森林狼可以通過精密的整體防守防死太陽的整條戰術,太陽卻沒有這個防守能力。
這支球隊的防守,從里到外,全是漏洞。跟他們打戰術真是太給他們面子了。
白已冬打出手勢,讓隊友跑位。
加內特史密斯高位雙擋拆,看似是給白已冬創造機會,但細看他們的陣型,這個擋拆另有玄機。
幫白已冬擋完,他們沒有離開,而是站在原地,等巴蒂爾跑過來,進行第二次高位雙擋拆。
巴蒂爾手上沒球,跑得更快,巴博薩雖快,但要是連續遇到兩個掩護也吃不消。
弧頂,巴蒂爾跑出了機會。
白已冬把球往后一甩,巴蒂爾將球接住,起手三分。
絕對的機會球,如果投不進,只能說手感不好。
“duang!”
三分打鐵,白已冬沖搶籃板,把進攻籃板拍到外線。
巴蒂爾拿球,但防守已經來到身前,他匆匆將球傳到左側底角。
皮球來得突然,但瓦沙貝克已經準備好了。
他做出接球姿勢,把球拿住,看著籃筐。
納什距離他三米遠,威脅不到他出手。
瓦沙貝克深呼吸,起身出手。
“有了!”
“唰!”
這不是一記決定勝負的三分,但卻是一記讓太陽球員更加失落的三分。
他們得分越來越艱難,森林狼卻越來越輕松,連瓦沙貝克都能輕松得到投籃機會。
分差只會越來越大,勝負還有懸念嗎?
“jo,這球投的好,如果你的手感一直這么好,我就不進攻了,你用投籃就能投死阿波羅的奴仆。

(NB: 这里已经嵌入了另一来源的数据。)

import { type Working, type Workings, workingsQuery } from "#shared/api/workings.ts";
import { type Column, columnsOf } from "#shared/catalogue/columns.ts";
import { recipeLabel } from "#shared/format/recipe-label.ts";
import { workingsText } from "#shared/format/workings-text.ts";
import { GIVEN } from "../catalogue/adopt.ts";
import { normaliseDesignation } from "../catalogue/designation.ts";
import type { Value } from "../database/bulk.ts";
import { GIVEN_KEYS } from "../derive/star-columns.ts";
import { drawStar } from "../workings/draws.ts";
import { explain as explainQuantity, type Subject } from "../workings/explain.ts";
import { Nearest } from "./nearest.ts";
import { needed, oneOperand, readOptions } from "./options.ts";
import { type Named, readCampaign, readCard, readRecipe } from "./settings-files.ts";
import { readStars, type StarRows } from "./stars.ts";
import { type Surroundings, write } from "./surroundings.ts";
import { asks, usage } from "./trouble.ts";

export const EXPLAIN_HELP = `Shows how numbers of one star come about, so that they can be worked out again by hand.

  shortlight explain FILE --star ID --quantity KEY [--quantity KEY ...]
                     [--card CARD --campaign CAMPAIGN] [--recipe RECIPE]
                     [--plan PLAN.json] [--draws N --seed S] [--json]

  FILE        the extract, as for \`shortlight derive\`
  --star      designation or identifier of the star, as the file has it
  --quantity  key of a derived column, such as radius, hz_inner, earth_period or r_min; several may be named
  --card      instrument card; needed, with the campaign, for noise_1h, transits and r_min
  --campaign  campaign
  --recipe    default, practice, or a JSON file {"name", "settings"}
  --plan      answers to what the file cannot say; \`shortlight derive --help\` describes it
  --draws     draws everything that has an error, 100 to 20 000 times, and gives 16, 50 and 84 %
  --seed      a whole number from 1; the same seed gives the same digits. Without it: 1
  --json      the same as JSON, one object for each quantity in a list: every step with its formula,
              inputs, constants, ranges, parts of the error and source

The quantity comes first and after it every step that it rests on, each once, down to what the file gives.
`;

const OPTIONS = {
  star: { type: "string" },
  quantity: { type: "string", multiple: true },
  card: { type: "string" },
  campaign: { type: "string" },
  recipe: { type: "string", default: "default" },
  plan: { type: "string" },
  draws: { type: "string" },
  seed: { type: "string" },
  json: { type: "boolean", default: false },
} as const;

const [DESIGNATION, SOURCE] = [GIVEN.indexOf("designation"), GIVEN.indexOf("source_id")];

const namesOf = (row: readonly Value[]): string[] =>
  [row[DESIGNATION], row[SOURCE]].filter((name) => typeof name === "string");

/** The first star of that name. Ends with the nearest spellings where there is none. */
const findStar = async (stars: StarRows, id: string): Promise<readonly Value[]> => {
  const wanted = normaliseDesignation(id);
  const nearest = new Nearest(id, normaliseDesignation);
  for await (const rows of stars.blocks())
    for (const row of rows)
      for (const name of namesOf(row)) {
        if (normaliseDesignation(name) === wanted) return row;
        nearest.show(name);
      }
  const { texts } = nearest;
  throw asks("no-such-star", `No star of the file is called “${id}”.`, {
    hint: texts.length > 0 ? `The nearest spellings are ${texts.join(", ")}.` : "The file names no star.",
  });
};

const givenOf = (row: readonly Value[]): Record<string, number> =>
  Object.fromEntries(
    GIVEN_KEYS.flatMap((key) => {
      const value = row[GIVEN.indexOf(key)];
      return typeof value === "number" ? [[key, value]] : [];
    }),
  );

const isOf = (stage: Column["stage"], key: string): boolean => columnsOf(stage).some((c) => c.key === key);

const refuseQuantity = (key: string, isSeen: boolean): never => {
  if (isOf("instrument", key) && !isSeen)
    throw usage(
      `${key} is what an instrument sees in a campaign, and neither is named.`,
      "Name them with --card and --campaign.",
    );
  if (isOf("given", key))
    throw usage(`${key} is given by the file: there is nothing to work out.`, "Look at its row.");
  const keys = columnsOf("stellar", "instrument")
    .map((c) => c.key)
    .filter((known) => known !== "flags");
  const nearest = new Nearest(key, (text) => text);
  for (const known of keys) nearest.show(known);
  throw usage(
    `There are no workings of a quantity “${key}”.`,
    `The nearest keys are ${nearest.texts.join(", ")}; all are ${keys.join(", ")}.`,
  );
};

const both = async <A, B>(
  first: Promise<Named<A>> | undefined,
  second: Promise<Named<B>> | undefined,
): Promise<readonly [Named<A>, Named<B>] | null> => {
  if (first && second) return [await first, await second];
  if (!first && !second) return null;
  await Promise.all([first, second]);
  throw usage("Only one of card and campaign is named.", "Name both, or neither.");
};

/** How often to draw and from which seed; null where nobody asks for draws. */
const drawsOf = (
  draws: string | undefined,
  seed: string | undefined,
): { draws: number; seed: number } | null => {
  if (draws === undefined) {
    if (seed !== undefined) throw usage("A seed is named, but no draws.", "Add --draws 1000.");
    return null;
  }
  const asked = workingsQuery.pick({ draws: true, seed: true }).safeParse({ draws, seed });
  if (!asked.success || asked.data.draws === undefined)
    throw usage(
      "--draws takes a whole number from 100 to 20 000, and --seed one from 1.",
      "Write for example --draws 1000 --seed 1.",
    );
  return { draws: asked.data.draws, seed: asked.data.seed };
};

const stepsOf = (subject: Subject, key: string): Working[] => {
  const steps = explainQuantity(subject, key);
  return steps.length > 0 ? steps : refuseQuantity(key, subject.card !== null);
};

export const explain = async (args: readonly string[], at: Surroundings): Promise<void> => {
  const { values, positionals } = readOptions(args, OPTIONS, "explain");
  const file = oneOperand(positionals, "The file to read", "explain");
  const id = needed(values.star, "star", "explain");
  const keys = [needed(values.quantity?.[0], "quantity", "explain"), ...(values.quantity ?? []).slice(1)];
  const asked = drawsOf(values.draws, values.seed);
  const seen = await both(
    values.card === undefined ? undefined : readCard(at.folder, values.card),
    values.campaign === undefined ? undefined : readCampaign(at.folder, values.campaign),
  );
  const recipe = await readRecipe(at.folder, values.recipe);
  const [card, campaign] = seen ?? [null, null];
  const row = await findStar(await readStars(at.folder, file, values.plan), id);
  const subject: Subject = {
    given: givenOf(row),
    recipe: recipe.settings,
    card: card?.settings ?? null,
    campaign: campaign?.settings ?? null,
  };
  const drawn = asked && {
    ...asked,
    intervals: drawStar(subject.given, subject.recipe, { ...subject, ...asked }),
  };
  const all = keys.map(
    (key): Workings => ({
      star: namesOf(row)[0] ?? id,
      recipe: recipeLabel(recipe),
      card: card?.name ?? null,
      campaign: campaign?.name ?? null,
      steps: stepsOf(subject, key),
      drawn,
    }),
  );
  await write(at.out, values.json ? `${JSON.stringify(all, null, 2)}\n` : all.map(workingsText).join("\n"));
};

”白已冬玩笑道。
史密斯垮著臉,“唉,老了,投籃越來越不穩定啦。”
“沒關系,能投死阿波羅的奴仆就可以。”白已冬說。
阿波羅的奴仆是一個關于太陽隊的玩笑,源于當年巴克利某場比賽自稱是阿波羅,后來被“左手上帝”穆林絕殺。
穆林的對手戲謔道:“上帝親手宰殺了阿波羅的奴仆,哭泣吧,查爾斯!”
從此以后,這件事時不時被太陽的對手拿來開玩笑,只要太陽隊不改名,這就是個永不過時的玩笑。
隨后,納什貼住瓦沙貝克進行突破。
本場裁判比較偏袒太陽隊,這是納什選擇如此進攻的原因。
納什沒想到的是,瓦沙貝克的防守如此干凈。
給對抗,保持接觸,卻不犯規。
納什突破到盡頭,無路可走,只好把球往后傳。
這個位置很不好,在這傳球是下下之選。
白已冬伸出長臂,破壞掉納什的傳球。
瓦沙貝克動若脫兔,搶下地板球,野獸般向前運球。
白已冬喊了聲,瓦沙貝克把球回傳給他,自己則加速向前沖。
有瓦沙貝克在前面,白已冬放棄加速。
又是屬于瓦沙貝克的表演時刻,這次反擊快攻是靠他的防守贏來的。
如果不是他把納什防死,納什也傳不出這個壞球,白已冬也就沒機會破壞傳球了。
罰球線內,瓦沙貝克踩進里面一步,躍起。
布林驚呼,連馬爾利都張大了嘴巴,如果這球扣進,這將是實戰中距離最遠的滑翔劈扣。
“bang!”布林大叫,“這是何等驚人的身體素質!波努·瓦沙貝克幾乎完成了一記罰球線扣籃!就差一點!就差一點我們就見證了實戰情況下的罰球線扣籃!”
連馬爾利都忘記了自己的立場:“更難得的是,他剛才的扣籃顯得游刃有余,他可以從更遠的地方起跳。”
白已冬笑道:“這就應了那句笑話,“森林狼能在每日最佳鏡頭上出現幾次,取決于波努扣籃幾次”。”